When Janice finishes her story and looks around again, she sees that Chris, Gail, Alice, J.J., Susan and Sandy are weeping. Their blankets have fallen to the floor, and they are sitting with empty glasses on the edges of their seats.

“Oh my good God in heaven,” Gail manages to say. “That is the most beautiful story I have ever heard. Janice, my God, how could you keep that to yourself all these years?”

“I'm pissed,” says Susan without rancor. “I've known you longer than anyone, Janice, I had no idea.”

“Well, the killing myself part is really no big deal because for years I thought about it all the time, although I can tell you that I never came quite as close as that day. But that wasn't why I wanted to share this with you.”

By now the moon has risen, just a speck of bold white, beginning-of-the-month moon. Behind the moon, there is a sea of darkness, surrounding everything. Jack and Audrey are in their bedroom, reading with little lights that are hooked above their beds, and there is only the sound of the women's voices.

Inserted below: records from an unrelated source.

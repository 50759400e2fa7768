"""Loop transfer functions for tests, and what is done to them."""

from __future__ import annotations

import numpy as np
from scipy.signal import tf2ss

from linverify.core.model import Array
from linverify.numerics.bilinear import held_change
from linverify.numerics.transfer import Transfer


def ratio(num: object, den: object, delay: float = 0.0, step: float | None = None) -> Transfer:
    """A ratio of polynomials, highest power first; in z where `step` is given."""
    A, B, C, D = tf2ss(np.asarray(num, dtype=float), np.asarray(den, dtype=float))
    return Transfer(A, B, C, D, delay, step)


def product(*factors: list[float]) -> Array:
    out = np.ones(1)
    for factor in factors:
        out = np.polymul(out, factor)
    return out


def static(gain: float, delay: float = 0.0, step: float | None = None) -> Transfer:
    return Transfer(np.zeros((0, 0)), np.zeros((0, 1)), np.zeros((1, 0)), np.array([[gain]]), delay, step)


def scaled(loop: Transfer, factors: Array) -> Transfer:
    """The same with states in other units."""
    return Transfer(
        loop.A * factors / factors[:, np.newaxis], loop.B / factors[:, np.newaxis], loop.C * factors, loop.D,
        loop.delay, loop.step,
    )  # fmt: skip


def held(loop: Transfer, step: float) -> Transfer:
    """A continuous loop behind a hold, with all digits of A - I."""
    F, G = held_change(loop.A, loop.B, step)
    return Transfer(F + np.eye(len(F)), G, loop.C, loop.D, 0.0, step, change=F)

“That was a wonderful story,” J.J. says. “Did you ever go back to the tea shop?”

“Oh, no I couldn't, I was afraid I had made the whole thing up and I couldn't ever think about that possibility. But I saved the tea. I still have it. It's in my jewelry box. Paul thinks it's dope.”

Sandy slips her arm around Janice's shoulder, rests her head on Janice's neck. This touch makes Janice think of the tea and what she really, really wants to tell the women.

“I've waited all these years, since that day, to feel as I did in the tea store. Now, here, this evening and yesterday and all the days since we left Susan's house, I have been feeling it. This, and every moment that we are together and loving each other and sharing and just being here, this is that same feeling.”

Each woman said it then, the words moving from their throats, across their tongues and lips, into the chilly night air. “The Elegant Gathering of White Snows.” The words were heavenly and sweet and as rich with truth as the deep and ever darkening sky.

 

Associated Press, April 30, 2002
Wilkins County, Wisconsin
Editor's Note—This continuing story has been pegged for front-page status. Local follow-ups will come in 30 minutes. This has become a priority-one story.

 

WALKERS SURGE INTO NATIONAL AND INTERNATIONAL HEADLINES

 

There's a good chance the seven women who are into the fifth day of their pilgrimage through the back roads of this rural part of the state have no idea they have caused a national uproar.
      Friends and relatives of the walkers and the walkers themselves have refused to talk to media representatives. The women continue to walk, occasionally stop for food that is left out for them on the side of the road, and they are apparently spending lots of time talking.